Resistance of transgenic T1 tobacco plants to A. alternata and C. nicotianae

A. alternata and C. nicotianae were applied to the in vitro leaves of transgenic T1 tobacco plants. Nine days after inoculation owith A. alternata, only 2.8 % (1 out of 36) of transgenic plants showed significant lesions, whereas all the negative control plants produced significant lesions (Fig. 5).
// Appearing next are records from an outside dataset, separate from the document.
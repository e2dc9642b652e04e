"""Threads, counting, determinism and a light start."""

from __future__ import annotations

import json
import os
import subprocess
import sys
from concurrent.futures import ThreadPoolExecutor

import numpy as np
import pytest

from commission.properties import Refrigerant, liquid, refrigerant
from commission.properties.coolprop import LIGHT_SWITCH


def work(r: Refrigerant, seed: int) -> list[float]:
    """Enthalpies of 150 seeded cycles."""
    rng = np.random.default_rng(seed)
    out = []
    for _ in range(150):
        low, high = r.dew(float(rng.uniform(240, 275))), r.dew(float(rng.uniform(290, 330)))
        suction = r.vapour(low.T + 8, low.p)
        out += [suction.h, r.isentropic_end(suction, high.p).h, r.liquid(280.0, high.p).h]
        out.append(liquid("propylene glycol", 0.3).density(float(rng.uniform(270, 300))))
    return out


@pytest.mark.parametrize("name", ["R-290", "R-454B"])
def test_threads_do_not_disturb_each_other(name: str) -> None:
    """Four threads on one refrigerant give what one gives, bit by bit, and each counts its own calls."""
    r = refrigerant(name)
    alone = [work(r, seed) for seed in range(4)]
    with ThreadPoolExecutor(4) as pool:
        together = list(pool.map(lambda seed: work(r, seed), range(4)))
        assert pool.submit(lambda: r.calls).result() <= 4 * 150 * 20
    assert together == alone


def test_the_same_question_has_the_same_answer() -> None:
    """No state is carried from one call to the next."""
    r = refrigerant("R-448A")
    first = r.vapour(300.0, 8e5)
    r.liquid(270.0, 20e5)
    r.throttled(4e5, 250e3)
    assert r.vapour(300.0, 8e5) == first


def test_calls_of_the_equation_are_counted_and_few() -> None:
    """Saturation costs none; vapour and liquid at most 4, isentropic end and vapour from enthalpy at most 6."""
    for name in ("R-290", "R-410A", "R-454B", "R-448A", "R-717"):
        r = refrigerant(name)
        low, high = r.dew(265.0), r.dew(313.0)
        suction = r.vapour(273.0, low.p)

        def cost(ask: object, r: Refrigerant = r) -> int:
            before = r.calls
            assert callable(ask)
            ask()
            return r.calls - before

        assert cost(lambda r=r, p=low.p: (r.dew(280.0), r.bubble(280.0), r.dew_temperature(p))) == 0
        assert cost(lambda r=r, p=low.p: r.throttled(p, 250e3)) == 0
        assert cost(lambda r=r, p=low.p: r.vapour(273.0, p)) <= 4
        assert cost(lambda r=r, p=high.p: r.liquid(305.0, p)) <= 4
        assert cost(lambda r=r, p=high.p, s=suction: r.isentropic_end(s, p)) <= 6
        assert cost(lambda r=r, p=high.p, h=high.h: r.vapour_from_enthalpy(p, h + 40e3)) <= 6


def python(code: str, **environment: str) -> subprocess.CompletedProcess[str]:
    """A fresh interpreter."""
    clean = {k: v for k, v in os.environ.items() if k != LIGHT_SWITCH}
    return subprocess.run(
        [sys.executable, "-c", code], capture_output=True, text=True, check=True, env={**clean, **environment}
    )


def test_importing_the_room_loads_nothing_heavy() -> None:
    """No equation of state, no arrays, no YAML, no models until a property is asked for."""
    done = python("import sys, json, commission.properties; print(json.dumps(sorted(sys.modules)))")
    loaded = {name.split(".")[0] for name in json.loads(done.stdout)}
    assert not loaded & {"CoolProp", "numpy", "scipy", "matplotlib", "pint", "yaml", "pydantic"}


def test_the_light_door_prints_nothing_and_agrees() -> None:
    """With the light import standard output stays clean, and values agree with the full import."""
    code = """
from commission.properties import coolprop, refrigerant
coolprop.load(light=True)
r = refrigerant("R-290")
print(repr(r.isentropic_end(r.vapour(275.0, r.dew(268.0).p), r.dew(313.0).p).h))
"""
    done = python(code)
    r = refrigerant("R-290")
    here = r.isentropic_end(r.vapour(275.0, r.dew(268.0).p), r.dew(313.0).p).h
    assert float(done.stdout) == pytest.approx(here, abs=1e-3)


def test_a_library_import_leaves_the_environment_alone() -> None:
    """Only the door with `light=True` sets the switch, and only before the first load."""
    code = """
import os
from commission.properties import coolprop, refrigerant
refrigerant("R-290").vapour(300.0, 1e5)
coolprop.load(light=True)
print(coolprop.LIGHT_SWITCH in os.environ)
"""
    assert python(code).stdout.strip() == "False"


def test_the_door_works_without_standard_output() -> None:
    """Under a service manager descriptor 1 may be closed."""
    code = """
import os
os.close(1)
from commission.properties import coolprop
coolprop.load(light=True)
os.write(2, b"fine")
"""
    assert "fine" in python(code).stderr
Similarly, 9 days after C. nicotianae inoculation, only 7.1 % (3 out of 42) of transgenic plants showed significant lesions, whereas all the non-transgenic plants had significant lesions. These experiments indicate that overexpression of the Trchi1 gene greatly enhanced tobacco resistance against A. alternata and C. nicotianae Table 1.

Fig. 5
figure 5

Resistance to two pathogenic fungi of tobacco plants overexpressing the Trthi1 gene A3, A7, and A17 are T1 transgenic lines #3, #7, and #17, respectively, which were inoculated with Alternaria alternata. NA non-transgenic plants were inoculated with A. alternata. C3, C7, and C17 represented T1 transgenic lines #3, #7, and #17, respectively, which were inoculated with Colletotrichum nicotianae. NC non-transgenic plants inoculated with C. nicotianae

Table 1 Analysis of fungal resistance of transgenic plants

One approach to enhancing plant resistance to fungal diseases is to provide the host plant with an exogenous transgene, just as we have done in this study with the overexpression of T. roseum Trchi 1 in tobacco. This strategy has been applied successfully to crops such as tobacco, potato, and apple (Li 2006); however, the chitinase genes are cloned mainly from plants, and only a few are originated from mycoparasites. In this study, overexpression of the Trchi1 gene cloned from T. roseum significantly improved tobacco resistance on two severe fungal pathogens, A. alternata and C. nicotianae, as estimated by artificial inoculum in lab conditions. If confirmed in field conditions, this new source of resistance could broaden the resources for long-term and durable resistance to fungi in crops.